FCF and NPV for a project: Archer Daniels Midland Company is considering buying a new farm that it plans to operate for 10 years. The farm will require an initial investment of $12 million. This investment will consist of $2 million for land and $10 million for trucks and other equipment. The land, all trucks, and all other equipment are expected to be sold at the end of 10 years for a price of $5 million, which is $2 million above book value. The farm is expected to produce revenue of $2 million each year, and annual cash flow from operations equals $1.8 million. The marginal tax rate is 35 percent, and the appropriate discount rate is 10 percent. Calculate the NPV of this investment.

2 .

Expected cash flows: FireRock Wheel Corp is evaluating a project in which there is a 40 percent probability of revenues totaling $3 million and a 60 percent probability of revenues totaling $1 million per year. Its cash expenses will be $1.0 million while depreciation expense will be $200,000; then what is the expected free cash flow from taking the project if the marginal tax rate for the firm is 30 percent?

3.

Why is depreciation and amortization added back when calculating free cash flows generated by a project?

Chapter 7: Risk and Return

CAPM: Describe the Capital Asset Pricing Model (CAPM) and what it tells us.

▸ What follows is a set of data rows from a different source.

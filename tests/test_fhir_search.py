"""FHIR searches and the HTTP rules over a real network: one `capnote serve` process per
engine (a real SQLite file, a real PostgreSQL), notes posted as an EHR would post them.

The expected behaviour is FHIR R4's: search (http://hl7.org/fhir/R4/search.html) for
parameters, prefixes, partial dates, OR and AND, escaping, _count, _summary, _total, _sort,
POST _search and "Handling errors"; the RESTful API (http://hl7.org/fhir/R4/http.html) for
Last-Modified, HEAD, 405, 406 and Prefer: return. HTTP semantics from RFC 9110 (HEAD 9.3.2,
405 and Allow 15.5.6 and 10.2.1, 406 15.5.7, Last-Modified 8.8.2)."""

from __future__ import annotations

import copy
import os
import re
from collections.abc import Iterator
from datetime import UTC, datetime, timedelta
from email.utils import parsedate_to_datetime
from typing import Any
from urllib.parse import parse_qsl, urlencode, urlsplit

import httpx
import pytest

from tests.conftest import routine
from tests.fhir_r4_check import r4_problems
from tests.test_http_server import server, token

MRN = "https://harbourside-eye.example/fhir/sid/mrn"
NOTE_SYSTEM = "https://harbourside-eye.example/fhir/sid/laser-note"
LOINC_IOP_RIGHT = "http://loinc.org|79892-6"  # LOINC 79892-6: IOP right eye
TYPES = (
    "Procedure",
    "Observation",
    "ServiceRequest",
    "MedicationAdministration",
    "MedicationRequest",
)
DATE_PARAM = {
    "Procedure": "date",
    "Observation": "date",
    "ServiceRequest": "occurrence",
    "MedicationAdministration": "effective-time",
    "MedicationRequest": "authoredon",
}
_MOMENT = re.compile(r"^\d{4}-\d{2}-\d{2}T\d{2}:\d{2}:\d{2}[+-]\d{2}:\d{2}$")


def shifted(node: Any, by: timedelta) -> Any:
    """A copy of a note with every date-time moved by the same amount (dates stay)."""
    if isinstance(node, dict):
        return {k: shifted(v, by) for k, v in node.items()}
    if isinstance(node, list):
        return [shifted(v, by) for v in node]
    if isinstance(node, str) and _MOMENT.match(node):
        return (datetime.fromisoformat(node) + by).isoformat()
    return node


def note(number: str, patient: str, eye: str, start: str) -> dict[str, Any]:
    """The routine demo note as another session: its identifier, patient, eye and start."""
    base = routine()
    moved = shifted(
        base, datetime.fromisoformat(start) - datetime.fromisoformat(base["started_at"])
    )
    moved = copy.deepcopy(moved)
    moved["note_id"]["value"] = number
    moved["patient"]["value"] = patient
    moved["eye"] = eye
    return moved


# The sessions of the search tests: (label, identifier, patient, eye, start).
SESSIONS = (
    ("oct05", "LN-S-1", "P-T1", "right", "2026-10-05T10:05:00+00:00"),
    ("nov02a", "LN-S-2", "P-T1", "right", "2026-11-02T10:05:00+00:00"),
    ("nov02b", "LN-S-3", "P-T1", "left", "2026-11-02T14:05:00+00:00"),
    ("nov16", "LN,S|4$", "P-T1", "right", "2026-11-16T10:05:00+00:00"),  # needs escaping
    ("nov09", "LN-S-5", "P-T2", "right", "2026-11-09T10:05:00+00:00"),
)


class Fhir:
    """A running server with a reader's and a submitter's token, and what was posted."""

    def __init__(self, base: str, read: str, write: str) -> None:
        self.base = base
        self.client = httpx.Client(base_url=base, timeout=30)
        self.read = {"authorization": f"Bearer {read}"}
        self.write = {"authorization": f"Bearer {write}", "content-type": "application/json"}
        self.keys: dict[str, str] = {}

    def get(self, url: str, params: Any = None, **headers: str) -> httpx.Response:
        return self.client.get(url, params=params, headers={**self.read, **headers})

    def search(self, kind: str, params: Any = None, **headers: str) -> dict[str, Any]:
        r = self.get(f"/fhir/{kind}", params, **headers)
        assert r.status_code == 200, r.text
        bundle: dict[str, Any] = r.json()
        return bundle

    def post_note(self, body: dict[str, Any], **headers: str) -> httpx.Response:
        return self.client.post("/notes", json=body, headers={**self.write, **headers})


@pytest.fixture(scope="module", params=["sqlite", "postgres"])
def fhir(
    request: pytest.FixtureRequest, tmp_path_factory: pytest.TempPathFactory
) -> Iterator[Fhir]:
    workdir = tmp_path_factory.mktemp(f"search-{request.param}")
    if request.param == "sqlite":
        url = f"sqlite:///{workdir / 'capnote.sqlite3'}"
    else:
        url = request.getfixturevalue("postgres_cluster").fresh_database("capnote_search")
    os.environ["CAPNOTE_PATIENT_ID_SYSTEM"] = MRN  # read by the server process at start
    try:
        with server(url, workdir) as base:
            api = Fhir(base, token(url, "analyst"), token(url, "submitter"))
            for label, number, patient, eye, start in SESSIONS:
                r = api.post_note(note(number, patient, eye, start))
                assert r.status_code == 201, r.text
                api.keys[label] = r.json()["id"]
            yield api
            api.client.close()
    finally:
        del os.environ["CAPNOTE_PATIENT_ID_SYSTEM"]


def labels(api: Fhir, bundle: dict[str, Any]) -> set[str]:
    """The sessions (labels) whose resources a searchset holds."""
    by_key = {key: label for label, key in api.keys.items()}
    return {by_key[e["resource"]["id"][:36]] for e in matches(bundle)}


def matches(bundle: dict[str, Any]) -> list[dict[str, Any]]:
    return [e for e in bundle.get("entry", []) if e["search"]["mode"] == "match"]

The Security market line: If the expected return on the market is 10 percent and the risk-free rate is 4 percent, what is the expected return for a stock with a beta equal to 1.5? What is the market risk premium?

Diversification: Describe how investing in more than one asset can reduce risk through diversification.

Systematic risk: Define systematic risk.

You have just invested in a portfolio of three stocks. The amount of money that you invested in each stock and its beta are summarized below. Calculate the beta of the portfolio and use the capital asset pricing model (CAPM) to compute the expected rate of return for the portfolio. Assume that the expected rate of return on the market is 15 percent and that the risk-free rate is 7 percent.

Stock

Investment

Beta

A

$ 200,000

1.50

B

300,000

0.65

C

500,000

1.25

Chapter 13: Cost of Capital

How is the WACC for a firm calculated?

What does the WACC for a firm tell us?

Cost of common stock: Seerex Wok Co. is expected to pay a dividend of $1.10 one year from today on its common shares. That dividend is expected to increase by 5 percent every year thereafter. If the price of Seerex common stock is $13.75, what is the cost of its common equity capital?

Cost of preferred stock: Fjord Luxury Liners has preferred shares outstanding that pay an annual dividend equal to $15 per year. If the current price of Fjord preferred shares is $107.14, what is the after-tax cost of preferred stock for Fjord?

WACC: Capital Co. has a capital structure, based on current market values, that consists of 50 percent debt, 10 percent preferred stock, and 40 percent common stock. If the returns required by investors are 8 percent, 10 percent, and 15 percent for the debt, preferred equity, and common stock, respectively, what is Capitals after-tax WACC? Assume that the firms marginal tax rate is 40 percent.